:: What you will do ::
Whenever a line in the data contains "vector", show that line.

:: Data excerpts ::
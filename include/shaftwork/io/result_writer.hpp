// shaftwork/io/result_writer.hpp — rating results as JSON (the contract's keys, SI),
// a table for a person, and CSV for spreadsheets.
#pragma once

#include <optional>
#include <ostream>
#include <string>
#include <string_view>
#include <vector>

#include <nlohmann/json.hpp>

#include "shaftwork/io/case_reader.hpp"
#include "shaftwork/machines/rating.hpp"
#include "shaftwork/units/quantity.hpp"

namespace shaftwork::io {

// One case's outcome: a rating, or the error that stopped it.
struct CaseOutcome {
  std::string id;
  std::optional<CaseInput> input;  // absent when the case could not be read
  std::optional<machines::Rating> rating;
  std::string error;               // set when !rating
  std::vector<std::string> warnings;

  bool ok() const { return rating.has_value(); }
};

enum class UnitSystem { si, us };

// The contract's result object for one case (SI numbers; no NaN or infinity: a
// non-finite value turns the case into an error naming the key).
nlohmann::ordered_json result_json(const CaseOutcome& outcome);
// The same from its parts, for callers that hold no CaseOutcome (the batch rater):
// a rated case (`fluid_name` empty: no "fluid" key) and a failed one.
nlohmann::ordered_json result_json(const std::string& id, std::string_view fluid_name,
                                   const machines::Rating& rating, const std::vector<std::string>& warnings);
nlohmann::ordered_json error_json(const std::string& id, const std::string& error,
                                  const std::vector<std::string>& warnings);

// The unit a result of dimension `d` is shown in by table and CSV output ("" for a
// fraction): kPa, degC, kg/s, m3/h, kW, kJ/kg ... in si; psia, degF, lb/h ... in us.
const char* display_unit(units::Dimension d, UnitSystem system);

// One flat result column of the CSV outputs: the dotted key, the dimension (its
// unit goes in brackets after the key), and the SI value from a rating.
struct ResultColumn {
  enum class Applies { always, two_phase, pump };  // which fluids or machines have a value
  const char* key;
  units::Dimension dimension;
  std::optional<double> (*value)(const machines::Rating&);
  bool in_batch;    // a column of the batch CSV (docs/batch.md says why some are not)
  Applies applies;
};
// Every column, in output order: write_csv writes them all.
const std::vector<ResultColumn>& result_columns();

// {"results": [...]} with two-space indentation.
void write_json(std::ostream& out, const std::vector<CaseOutcome>& outcomes);
// One block per case: values with units, given ones in the units they were given,
// solved ones marked, warnings under the case.
void write_table(std::ostream& out, const std::vector<CaseOutcome>& outcomes, UnitSystem system);
// A header row of dotted keys with units in brackets, then one row per case.
void write_csv(std::ostream& out, const std::vector<CaseOutcome>& outcomes, UnitSystem system);

// Quotes a CSV field when it holds a comma, quote or line break (RFC 4180).
std::string csv_field(const std::string& text);

}  // namespace shaftwork::io
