// shaftwork/io/number_format.hpp — numbers to text, fast, for outputs of millions of rows.
#pragma once

#include <string>

namespace shaftwork::io {

// Room that format_significant needs at `out`: the text is at most 32 characters, and
// bytes after the text, up to this bound, may be overwritten (it moves digits in
// fixed-size blocks, which is faster than counting them out).
inline constexpr int kMaxNumberChars = 64;

// Writes `value` rounded to `digits` significant digits (1 to 17) at `out` and returns
// the end of the text. Trailing zeros and a bare decimal point are dropped ("2", "0.25",
// "101325", "-40.5"); 1e-5 <= |value| < 1e15 is written without an exponent, other
// magnitudes as std::to_chars writes them in general form ("1.5e-07"). Zero is "0";
// a value that is not finite is written as std::to_chars writes it ("nan", "inf").
// Integer arithmetic on a scaled value, some five times faster than printf's %.10g.
// The digits are printf's %.*g digits except near a tie: |value| * 10^k (k = digits - 1 - e,
// 10^e <= |value| < 10^(e+1)) is rounded to a double, then half up to an integer, where
// printf rounds the exact value half to even. Up to 15 digits the two differ only where
// the exact product lies within its double's rounding error (2^-53 of it) of a half unit,
// and then by one unit in the last digit (for 10 digits: within about 1e-6 of a unit of
// a tie); for 16 and 17 digits the product's rounding to the double grid (1 to 16 units)
// can move the last digit by up to 1 + 2^-53 n units (n the digits as an integer).
// tests/io/test_number_format.cpp holds it to these bounds and to printf everywhere else.
char* format_significant(char* out, double value, int digits);

// Appends format_significant's text to `text`.
void append_significant(std::string& text, double value, int digits);

// An SI value rounded to 15 significant digits, as results are written: the digits a double
// holds for sure, so that unit conversions leave no noise in the last place (4120800, not
// 4120800.0000000005). Zero and non-finite values are returned as they are (-0 as 0).
// Fewer `digits` for figures known to less (an uncertainty: 6).
double rounded_for_output(double x, int digits = 15);

}  // namespace shaftwork::io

:: Result of the task ::
#include <vector>
  std::vector<std::string> warnings;
                                   const machines::Rating& rating, const std::vector<std::string>& warnings);
                                  const std::vector<std::string>& warnings);
const std::vector<ResultColumn>& result_columns();
void write_json(std::ostream& out, const std::vector<CaseOutcome>& outcomes);
void write_table(std::ostream& out, const std::vector<CaseOutcome>& outcomes, UnitSystem system);
void write_csv(std::ostream& out, const std::vector<CaseOutcome>& outcomes, UnitSystem system);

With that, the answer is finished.